## Exercise details
Search the data for lines holding the word "yaml". State how many there are, and nothing else.
'''
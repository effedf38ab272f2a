package model

import (
	"fmt"
	"math/rand/v2"
	"time"
)

// SpendShape holds the shapes real media spend takes, beyond the log-normal
// week-to-week variation of a TrueChannel: flighting in bursts with long
// dark runs, a launch part-way through the history, and holiday spikes.
// The zero value adds nothing.
type SpendShape struct {
	// Flight, when set, puts the channel on air in bursts of Flight[0] to
	// Flight[1] weeks, each followed by a dark run of Gap[0] to Gap[1] weeks
	// of exactly zero spend (TV, cinema, outdoor).
	Flight [2]int `yaml:"flight_weeks" json:"flight_weeks,omitempty"`
	Gap    [2]int `yaml:"gap_weeks" json:"gap_weeks,omitempty"`
	// Launch is the 0-based index of the first week with spend; every week
	// before it is exactly zero (a channel launched mid-history).
	Launch int `yaml:"launch_week" json:"launch_week,omitempty"`
	// Holiday multiplies spend in the holiday weeks (weeks starting from
	// 15 November to 24 December) by this factor; 0 means 1.
	Holiday float64 `yaml:"holiday" json:"holiday,omitempty"`
}

// check refuses a shape that cannot be drawn over n weeks; field is the
// key path for messages.
func (s SpendShape) check(field string, n int) error {
	if s.Flight != [2]int{} || s.Gap != [2]int{} {
		if s.Flight[0] < 1 || s.Flight[1] < s.Flight[0] || s.Gap[0] < 1 || s.Gap[1] < s.Gap[0] {
			return fmt.Errorf("%s: flight_weeks and gap_weeks must both be [lo, hi] with 1 <= lo <= hi, got %v and %v", field, s.Flight, s.Gap)
		}
	}
	if s.Launch < 0 || s.Launch > n-SupportWeeks {
		return fmt.Errorf("%s.launch_week: %d must be between 0 and weeks - %d = %d", field, s.Launch, SupportWeeks, n-SupportWeeks)
	}
	if s.Holiday < 0 || s.Holiday > 20 {
		return fmt.Errorf("%s.holiday: %v must be between 0 and 20", field, s.Holiday)
	}
	return nil
}

// apply shapes the spend x (one value per week of weeks) in place. Flight
// bursts start on air in week 0 or part-way through a gap, drawn from rng;
// rng is used only when flighting is set, so a truth without shapes draws
// the same panel as before shapes existed.
func (s SpendShape) apply(rng *rand.Rand, weeks []time.Time, x []float64) {
	if s.Flight[0] > 0 {
		between := func(r [2]int) int { return r[0] + rng.IntN(r[1]-r[0]+1) }
		t := -rng.IntN(s.Gap[1] + 1) // start part-way into a dark run
		for t < len(x) {
			t += between(s.Flight) // on air: the drawn spend stays
			off := between(s.Gap)
			for i := max(t, 0); i < min(t+off, len(x)); i++ {
				x[i] = 0
			}
			t += off
		}
	}
	for i := 0; i < s.Launch && i < len(x); i++ {
		x[i] = 0
	}
	if s.Holiday > 0 {
		for i, w := range weeks {
			if IsHolidayWeek(w) {
				x[i] *= s.Holiday
			}
		}
	}
}

// IsHolidayWeek reports whether the week starting on w starts between
// 15 November and 24 December (the run-up to the year-end holidays).
func IsHolidayWeek(w time.Time) bool {
	return (w.Month() == time.November && w.Day() >= 15) || (w.Month() == time.December && w.Day() <= 24)
}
'''
## Written reply
4